■ Goal of the exercise
Go through the data and copy each line where the string "default" appears.

■ Supplied entries

def bm_coefficients(d, kappa, Bg, codes, G):
    """Bell & McCaffrey df as a function of the variance groups' scales ``omega_g``:
    ``nu = (a'omega)^2 / (omega' b omega)`` (module docstring), per feature, for one
    direction: ``d`` (N, f), ``kappa`` (p, N, f), ``Bg`` (G, p, p, f) the groups' sums of
    ``X~_k'X~_k``, all in the coordinates of ``L_A``; returns ``a`` (G, f), ``b`` (G, G, f)."""
    kk = np.einsum("xif,xjf->ijf", kappa, kappa)                 # kappa_i' C kappa_j
    N = kk.shape[0]
    onehot = (codes[None, :] == np.arange(G)[:, None]).astype(float)       # (G, N)
    idx = np.arange(N)
    Ms = []
    for g in range(G):
        Bk = np.einsum("xyf,yjf->xjf", Bg[g], kappa)
        M = np.einsum("xif,xjf->ijf", kappa, Bk) \
            - (onehot[g][:, None, None] + onehot[g][None, :, None]) * kk
        M[idx, idx] += onehot[g][:, None] * d
        Ms.append(M)
    a = np.stack([np.einsum("iif->f", M) for M in Ms])
    b = np.stack([np.stack([np.einsum("ijf,ijf->f", Mg, Mh) for Mh in Ms]) for Mg in Ms])
    return a, b


def bm_nu(a, b, omega):
    """``(a'omega)^2 / (omega' b omega)`` over the leading group axis (any trailing axes)."""
    num = np.einsum("g...,g...->...", a, omega)
    den = np.einsum("g...,gh...,h...->...", omega, b, omega)
    return np.where(den > 0, num * num / np.where(den > 0, den, 1.0), 1.0)


def directions(LA, Lmat):
    """Orthonormal effect directions ``a`` (p, k, f) in the coordinates of ``L_A``."""
    p, k, f = Lmat.shape[1], Lmat.shape[0], LA.shape[2]
    At = la.solve_lower(LA[:, :, None, :], np.broadcast_to(Lmat.T[:, :, None], (p, k, f)))
    return la.orthonormal_columns(At)


def fai_cornelius(nus, k):
    """Combined denominator df of an F from one df per direction (Fai & Cornelius 1996,
    as :mod:`.inference` applies it)."""
    if k == 1:
        return nus[0]
    Esum = np.where(nus > 2, nus / np.where(nus > 2, nus - 2, 1.0), 0.0).sum(axis=0)
    return np.where(Esum > k, 2 * Esum / np.where(Esum > k, Esum - k, 1.0), nus.min(axis=0))


class Design:
    """Per-participant design products the robust statistic needs (once per kernel)."""

    def __init__(self, core, groups):
        from scipy import sparse
        X, g, N, p, n = core.X, core.groups, core.N, core.p, core.n
        rows = (g[:, None] * p + np.arange(p)[None, :]).ravel()
        self.Sx = sparse.csr_matrix((X.ravel(), (rows, np.repeat(np.arange(n), p))),
                                    shape=(N * p, n))
        self.XX = np.zeros((N, p, p))
        np.add.at(self.XX, g, X[:, :, None] * X[:, None, :])
        from .leverage import ParticipantSpans
        self.spans = ParticipantSpans(core)
        _, codes = np.unique(np.asarray(groups).astype(str), return_inverse=True)
        self.codes = codes.reshape(-1)
        self.G = int(self.codes.max()) + 1
        self.sizes = np.bincount(g, minlength=N).astype(float)
        self.core = core

    def group_sum(self, x):
        """Sum over each variance group's participants: (..., N, f) -> (G, ..., f)."""
        return np.stack([x[..., self.codes == g, :].sum(axis=-2) for g in range(self.G)])

    def scores(self, Yc, st, Ki):
        """``h_i = X_i'Vbar_i^-1 y_i`` (p, N, f)."""
        core = self.core
        N, p, f = core.N, core.p, Yc.shape[1]
        Xy = np.asarray(self.Sx @ Yc).reshape(N, p, f).transpose(1, 0, 2)
        return Xy - np.einsum("aik,abif,bif->kif", core.H, Ki, st.u)
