def load_config(path: str | Path) -> RunSpec:
    """Read and validate a config file (see :func:`parse_config`).

    Raises
    ------
    ConfigError
        If the file is missing or unreadable, or its content is invalid.
    """
    p = Path(path)
    try:
        text = p.read_text(encoding="utf-8")
    except (OSError, UnicodeDecodeError) as exc:
        raise ConfigError(f"{path}: cannot read config file ({exc.__class__.__name__}: {getattr(exc, 'strerror', None) or exc})") from None
    return parse_config(text, str(p))


def resolve_table_path(spec: RunSpec) -> str | None:
    """Table path relative to the config file's folder."""
    if spec.bath.table is None:
        return None
    t = Path(spec.bath.table)
    if not t.is_absolute() and spec.config_path and not spec.config_path.startswith("<"):
        t = Path(spec.config_path).parent / t
    return str(t)


def models_markdown() -> str:
    """The table of impurity models (markdown), generated from the model registry."""
    from .models import MODELS as registry
    lines = ["| model | Hamiltonian | parameters | channels | impurity level | Kondo scale looked for |",
             "|---|---|---|---|---|---|"]
    for name in registry:
        m = registry[name]
        ch = sorted({m.channels(ImpuritySpec(model=name))})
        kondo = "yes" if m.kondo_scale(ImpuritySpec(model=name)) else "no"
        cells = [f"`{name}`", m.summary, ", ".join(f"`{k}`" for k in m.parameters), str(ch[0]),
                 "yes" if m.impurity_level else "no", kondo]
        lines.append("| " + " | ".join(c.replace("|", "\\|") for c in cells) + " |")
    return "\n".join(lines)


def config_reference_markdown() -> str:
    """The config reference table (markdown), generated from :data:`SCHEMA`."""
    lines = ["| key | meaning | unit | default | allowed |", "|---|---|---|---|---|"]
    for table, keys in SCHEMA.items():
        for key, k in keys.items():
            default = "—" if k.default is None else repr(k.default).replace("'", '"')
            if isinstance(k.default, bool):
                default = str(k.default).lower()
            cells = [str(c).replace("|", "\\|") for c in (k.meaning, k.unit, default, k.allowed)]
            lines.append(f"| `{table}.{key}` | " + " | ".join(cells) + " |")
    lines.append("| `sweep.*` | " + SWEEP_NOTE.replace("|", "\\|") + " | | | |")
    return "\n".join(lines)
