/** The CLI's connection to the outside world, injectable for tests. */
export interface CliIo {
  stdout(text: string): void;
  stderr(text: string): void;
  /** True when stdout is an interactive terminal (progress bars, colours). */
  isTty: boolean;
  /** Working directory against which relative paths are resolved. */
  cwd: string;
}

export function processIo(): CliIo {
  // A closed pipe (`shellrank rank ... | head`) is the reader's choice, not an error: stop quietly.
  process.stdout.on('error', (e: NodeJS.ErrnoException) => {
    if (e.code === 'EPIPE') process.exit(0);
    throw e;
  });
  return {
    stdout: (t) => void process.stdout.write(t),
    stderr: (t) => void process.stderr.write(t),
    isTty: Boolean(process.stdout.isTTY),
    cwd: process.cwd(),
  };
}
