/**
 * The structure readers: registry, format detection and the read front door.
 *
 * A format is chosen by explicit name, then by content (each format's sniff, in registry order:
 * extended XYZ before plain XYZ, since every extended XYZ file also looks like plain XYZ), then
 * by file extension (the order of ASE's io registry).
 */
import { InputError } from '../../core/errors';
import { readTextFile } from '../../core/files';
import type { StructureFormat } from '../registry';
import type { Structure } from '../../structure/structure';
import { CIF_FORMAT } from './cif';
import { EXTXYZ_FORMAT } from './extxyz';
import { PDB_FORMAT } from './pdb';
import { XYZ_FORMAT } from './xyz';

export { CIF_FORMAT, readCif, writeCif, parseCifBlocks, parseSymmetryOperation, CIF_MERGE_TOLERANCE } from './cif';
export { EXTXYZ_FORMAT, readExtxyz, writeExtxyz } from './extxyz';
export { PDB_FORMAT, readPdb } from './pdb';
export { XYZ_FORMAT, readXyz, writeXyz } from './xyz';

/** All structure formats, in content-sniffing order. */
export const STRUCTURE_FORMATS: readonly StructureFormat[] = Object.freeze([EXTXYZ_FORMAT, XYZ_FORMAT, CIF_FORMAT, PDB_FORMAT]);

/** Names of the registered formats. */
export const STRUCTURE_FORMAT_NAMES: readonly string[] = Object.freeze(STRUCTURE_FORMATS.map((f) => f.name));

/** How a format was chosen. */
export type FormatChoice = 'name' | 'content' | 'extension';

/** A chosen format and how it was chosen. */
export interface FormatDetection {
  format: StructureFormat;
  detectedBy: FormatChoice;
}

/** The registered format with this name (case-insensitive), or undefined. */
export function structureFormatByName(name: string): StructureFormat | undefined {
  const lower = name.trim().toLowerCase();
  return STRUCTURE_FORMATS.find((f) => f.name === lower);
}

function extensionOf(file: string): string {
  const base = file.replace(/^.*[\\/]/, '');
  const dot = base.lastIndexOf('.');
  return dot > 0 ? base.slice(dot).toLowerCase() : '';
}

/**
 * Choose the format of a structure file: the explicit name when given, else the first format
 * whose content test accepts the text, else the one that owns the file extension.
 *
 * @throws InputError (key "format") for an unknown explicit name, or when neither the content
 * nor the extension identifies a format; the message says what was tried.
 */
export function detectStructureFormatWithReason(text: string, file: string, explicit?: string): FormatDetection {
  const names = STRUCTURE_FORMAT_NAMES.join(', ');
  if (explicit !== undefined) {
    const format = structureFormatByName(explicit);
    if (!format) throw new InputError(`unknown structure format '${explicit}' (known: ${names})`, { file, key: 'format' });
    return { format, detectedBy: 'name' };
  }
  for (const format of STRUCTURE_FORMATS) {
    if (format.sniff(text)) return { format, detectedBy: 'content' };
  }
  const extension = extensionOf(file);
  const byExtension = STRUCTURE_FORMATS.find((f) => f.extensions.includes(extension));
  if (byExtension) return { format: byExtension, detectedBy: 'extension' };
  const known = STRUCTURE_FORMATS.flatMap((f) => f.extensions).join(', ');
  throw new InputError(
    `cannot tell the structure format: the content matches none of ${names}, and the extension `
    + `${extension ? `'${extension}'` : '(none)'} is not one of ${known}; give the format by name`,
    { file, line: 1, key: 'format' },
  );
}

/** {@link detectStructureFormatWithReason} without the reason. */
export function detectStructureFormat(text: string, file: string, explicit?: string): StructureFormat {
  return detectStructureFormatWithReason(text, file, explicit).format;
}

export interface ReadStructureOptions {
  /** Format name (one of {@link STRUCTURE_FORMAT_NAMES}); detected from content and extension when absent. */
  format?: string;
}

/**
 * Read every frame of structure text.
 *
 * @param file the path shown in error messages and kept in info.file.
 * @returns at least one frame.
 * @throws InputError with the file and (where one exists) the 1-based line.
 */
export function readStructureText(text: string, file: string, options: ReadStructureOptions = {}): Structure[] {
  const { format } = detectStructureFormatWithReason(text, file, options.format);
  return format.read(text, file);
}

/** Read every frame of a structure file (UTF-8). See {@link readStructureText}. */
export function readStructureFile(path: string, options: ReadStructureOptions = {}): Structure[] {
  return readStructureText(readTextFile(path), path, options);
}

■ Exercise solution
    lines = ["| key | meaning | unit | default | allowed |", "|---|---|---|---|---|"]
            default = "—" if k.default is None else repr(k.default).replace("'", '"')
            if isinstance(k.default, bool):
                default = str(k.default).lower()
            cells = [str(c).replace("|", "\\|") for c in (k.meaning, k.unit, default, k.allowed)]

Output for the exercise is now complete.